Prompt | Copy the lines below verbatim, but only from the line containing "required: where === 'path'" through the end of the data.

'''

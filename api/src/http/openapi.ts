import * as z from 'zod';
import { problem } from '@shared/contract';
import type { AnyRoute } from './route';

const json = (schema: unknown) => ({ 'application/json': { schema } });

function schemaOf(schema: z.ZodType, io: 'input' | 'output'): unknown {
  return z.toJSONSchema(schema, { io, target: 'draft-2020-12', unrepresentable: 'any' });
}

/** OpenAPI 3.1 of the declared routes: the same objects that the router serves. */
export function openApi(routes: readonly AnyRoute[], version: string): object {
  const paths: Record<string, Record<string, unknown>> = {};
  for (const spec of routes) {
    const path = `/api${spec.path}`.replace(/:(\w+)/g, '{$1}');
    (paths[path] ??= {})[spec.method] = operation(spec);
  }
  return {
    openapi: '3.1.0',
    info: { title: 'Dayberth', version, license: { name: 'MIT', identifier: 'MIT' } },
    paths,
    components: {
      securitySchemes: { session: { type: 'apiKey', in: 'cookie', name: 'dayberth.sid' } },
      schemas: { Problem: schemaOf(problem, 'output') },
    },
  };
}

function operation(spec: AnyRoute): object {
  const success = String(spec.status ?? (spec.response || spec.textType ? 200 : 204));
  return {
    summary: spec.summary,
    'x-allow': spec.allow,
    ...(spec.allow === 'anyone' ? {} : { security: [{ session: [] }] }),
    parameters: [...parameters(spec.params, 'path'), ...parameters(spec.query, 'query')],
    ...(spec.body ? { requestBody: { required: true, content: json(schemaOf(spec.body, 'input')) } } : {}),
    responses: {
      [success]: {
        description: 'Done',
        ...(spec.response ? { content: json(schemaOf(spec.response, 'output')) } : {}),
        ...(spec.textType ? { content: { [spec.textType]: { schema: { type: 'string' } } } } : {}),
      },
      default: {
        description: 'A problem',
        content: { 'application/problem+json': { schema: { $ref: '#/components/schemas/Problem' } } },
      },
    },
  };
}

function parameters(schema: z.ZodType | undefined, where: 'path' | 'query'): object[] {
  if (!schema) return [];
  const object = schemaOf(schema, 'input') as { properties?: Record<string, unknown>; required?: string[] };
  return Object.entries(object.properties ?? {}).map(([name, property]) => ({
    name,
    in: where,
    required: where === 'path' || (object.required ?? []).includes(name),
    schema: property,
  }));
}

'''

Response to the exercise |
    required: where === 'path' || (object.required ?? []).includes(name),
    schema: property,
  }));
}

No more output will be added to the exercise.